Le phishing et son principal vecteur de diffusion le spam

Introduction au phishing

Avant de parler du phishing, il est nécessaire d’introduire le spam auquel il est étroitement lié. Un spam est un message électronique non sollicité, envoyé massivement à de nombreux destinataires, à des fins publicitaires ou malveillantes. L’ampleur du phénomène est conséquente puisque le spam représente aujourd’hui entre 88 et 91%1 du volume total d’emails échangés [MAA11]. Les objectifs du spam sont divers et variés. Il sert notamment à propager2 des publicités (p.ex. pour des produits contrefaits, pharmaceutiques), des canulars (c.-à-d. des fausses alertes à la population, des chaînes de solidarité censées prodiguer chance et bonheur, etc.), des logiciels malveillants : virus, chevaux de troie, etc. (p.ex. pour utiliser les postes d’Internautes comme membres d’un botnet3 ), des scams (qui visent à soutirer de l’argent grâce au leurre d’une forte rétribution financière à venir), ou encore des attaques de phishing. Une attaque de phishing consiste à voler des informations confidentielles (p.ex. identifiant, mot de passe, numéro de carte bancaire, etc.) aux Internautes en usurpant l’identité de sites marchands et/ou bancaires. Pour ce faire, elle s’appuie sur deux maillons essentiels : la mise en ligne d’un site web contrefait qui usurpe l’identité d’un site légitime (p.ex. une banque, une plate-forme de jeux en ligne, etc.), et la mise en place d’une campagne de communication (typiquement basée sur du spam) afin d’attirer les Internautes.

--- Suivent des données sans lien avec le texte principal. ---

def errors(
    lens: tuple[float, float], middle: complex, angle: float, radius: float, accuracy: float
) -> NDArray[np.float64]:
    """Relative errors of a curve of ten radii around a place, against the root solver."""
    step = 5.0 * radius * np.exp(1j * angle)
    found = curve(one_star(*lens), middle - step, middle + step, radius, positions=SHARES, accuracy=accuracy)
    assert found.flags == ()
    expected = [one_star_disc(middle + (2.0 * share - 1.0) * step, radius, *lens) for share in SHARES]
    return np.asarray(found.magnification / expected - 1.0)


@pytest.mark.parametrize("radius", [1e-1, 1e-3])
@pytest.mark.parametrize("place", ["fold", "cusp", "wing"])
@pytest.mark.parametrize("lens", LENSES)
def test_a_disc_behind_one_star(lens: tuple[float, float], place: str, radius: float) -> None:
    middle = places_of_interest(*lens)[place]
    assert np.abs(errors(lens, middle, 0.647, radius, 1e-3)).max() < 1e-3


@pytest.mark.parametrize("lens", LENSES)
def test_a_small_disc_on_a_fold(lens: tuple[float, float]) -> None:
    # The root solver itself is good to some 1e-6 for so small a disc.
    assert np.abs(errors(lens, places_of_interest(*lens)["fold"], 0.647, 1e-5, 1e-3)).max() < 1e-3


@pytest.mark.parametrize("lens", [(0.1, 0.5), (-0.1, 0.5)])
def test_high_accuracy_is_met(lens: tuple[float, float]) -> None:
    for place in ("fold", "wing"):
        assert np.abs(errors(lens, places_of_interest(*lens)[place], 0.647, 1e-2, 1e-5)).max() < 1e-5


def counted_disc(middle: complex, radius: float, lam_t: float, lam_r: float) -> float:
    """Magnification of a disc behind one star by counting rays; in the middle of cells, so to some 3e-4.

    The root solver of `one_star_disc` does not hold at a cusp for radii of 1e-5: three roots in one.
    """
    k, gamma, size, fine = 0.5 * (lam_t + lam_r), 0.5 * (lam_r - lam_t), 0.5, 16
    axis = np.arange(-16.0, 16.0, size) + 0.5 * size
    z = (axis[:, None] + 1j * axis).ravel()

    def far(z: NDArray[np.complex128]) -> NDArray[np.float64]:
        return np.abs(k * z - gamma * z.conj() - 1.0 / z.conj() - middle)

    while True:
        diagonal = np.sqrt(0.5) * size
        steepest = abs(k) + abs(gamma) + 1.0 / np.maximum(np.abs(z) - diagonal, 1e-9) ** 2
        z = z[(far(z) < radius + steepest * diagonal) | (np.abs(z) < 2.0 * diagonal)]
        if size < 0.5 * radius:
            break
        size *= 0.5
        z = (z[:, None] + 0.5 * size * np.array([1 + 1j, 1 - 1j, -1 + 1j, -1 - 1j])).ravel()
    axis = size * ((np.arange(fine) + 0.5) / fine - 0.5)
    offsets = (axis[:, None] + 1j * axis).ravel()
    inside = sum(int((far(part[:, None] + offsets) < radius).sum()) for part in np.array_split(z, 1 + len(z) // 4000))
    return inside * (size / fine) ** 2 / (np.pi * radius**2)


@pytest.mark.parametrize("lens", [(0.1, 0.5), (-0.1, 0.5)])
def test_a_small_disc_on_a_cusp(lens: tuple[float, float]) -> None:
    middle, radius = places_of_interest(*lens)["cusp"], 1e-5
    # The counting agrees with the root solver where both hold.
    assert counted_disc(middle, 1e-3, *lens) == pytest.approx(one_star_disc(middle, 1e-3, *lens), rel=3e-4)
    for angle, shares in ((0.647, [0.417, 0.53]), (np.pi / 2.0, [0.5])):
        step = 5.0 * radius * np.exp(1j * angle)
        found = curve(one_star(*lens), middle - step, middle + step, radius, positions=shares)
        assert found.flags == ()
        expected = [counted_disc(middle + (2.0 * share - 1.0) * step, radius, *lens) for share in shares]
        assert found.magnification == pytest.approx(expected, rel=1.3e-3)


@pytest.mark.parametrize("radius", [1e-1, 1e-2, 1e-3, 1e-5])
@pytest.mark.parametrize("lens", [(-0.1, 0.5), (-0.005, 0.4)])
def test_tracks_tangent_to_the_fold_on_the_axis(lens: tuple[float, float], radius: float) -> None:
    # With the fold through the disc's middle its light would lie at the seam of two panels; and grazing the rim.
    for share in (0.0, 0.9):
        middle = complex(2.0 * np.sqrt(-lens[0]) + share * radius)
        assert np.abs(errors(lens, middle, np.pi / 2.0, radius, 1e-3)).max() < 1e-3


@pytest.mark.parametrize("lens", [(0.1, 0.5), (-0.1, 0.5)])
def test_high_accuracy_on_the_axis(lens: tuple[float, float]) -> None:
    places = [(places_of_interest(*lens)["cusp"], 0.0)]
    if lens[0] < 0.0:
        fold = complex(2.0 * np.sqrt(-lens[0]))
        places += [(fold, 0.0), (fold, np.pi / 2.0)]
    for middle, angle in places:
        for radius in (1e-2, 1e-3):
            assert np.abs(errors(lens, middle, angle, radius, 1e-5)).max() < 1e-5


@pytest.mark.parametrize("angle", [0.0, np.pi / 2.0])
def test_on_the_axis_of_a_cusp(angle: float) -> None:
    # Exact symmetry: along the axis the line itself is one, across it the chords on both sides are mirror images.
    for lens in ((0.1, 0.5), (-0.1, 0.5)):
        assert np.abs(errors(lens, places_of_interest(*lens)["cusp"], angle, 1e-2, 1e-3)).max() < 1e-3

Premier maillon : le site web contrefait

Techniquement, la mise en ligne du site contrefait s’appuie sur une page web d’accueil d’aspect (plus ou moins) ressemblant au site légitime. Meilleure sera la ressemblance et plus l’attaque sera efficace. Cette page web est accédée grâce à une URL également (plus ou moins) ressemblante à l’URL légitime. A nouveau, le degré de ressemblance de cette URL peut ajouter à l’efficacité de l’attaque. Il est toutefois indéniable que le rendu visuel global de la page sera plus décisif. Pour illustrer ces propos, considérons deux exemples qui ciblent le site Facebook : les figures 2.1 et 2.2 montrent une première illustration de sites légitime/contrefait, tandis que les figures 2.3 et 2.4 en montrent une deuxième. Le site contrefait développé dans le premier exemple est de prime abord, celui qui imite au mieux son pendant légitime. En effet, on ne détecte aucune erreur syntaxique, aucune modification de taille/type de polices de caractères, etc.). L’imitation apparaît parfaite. A contrario le deuxième exemple semble moins soigné, au sens visuel du terme. En effet, les zones 2 et 3 de la figure 2.4 démontrent des problèmes syntaxiques (c.-à-d. un manque de prise en charge des caractères spéciaux et accentués) ou des modifications de contenu (p.ex. on aperçoit que le site web contrefait est hébergé chez T35 Hosting, qui introduit des références publicitaires vers d’autres sites). En ce qui concerne les liens accessibles depuis la page contrefaite, les zones 2 du premier exemple conduisent vers le site légitime. A contrario, les zones 3 et 4 de ce même exemple contiennent des liens contrefaits (cf. figure 2.2). Dans le deuxième exemple, tous les liens des zones 2 et 4 redirigent vers le site légitime (cf. figure 2.4). Seuls les liens amenés par l’hébergeur de site (cf. zone 3 de la figure 2.4) redirigent ailleurs (p.ex. Free Domains conduit à http://www.domainsfree.org/, T35 redirige vers http://www.t35.com). Enfin, si on s’intéresse à l’URL visitée (Zone 1 sur les figures 2.2 et 2.4), on voit que le deuxième exemple est cette fois-ci plus performant que le premier. En effet, l’URL contrefaite s’approche davantage de l’URL originale, en introduisant le nom de domaine légitime (c.-à-d. Facebook). 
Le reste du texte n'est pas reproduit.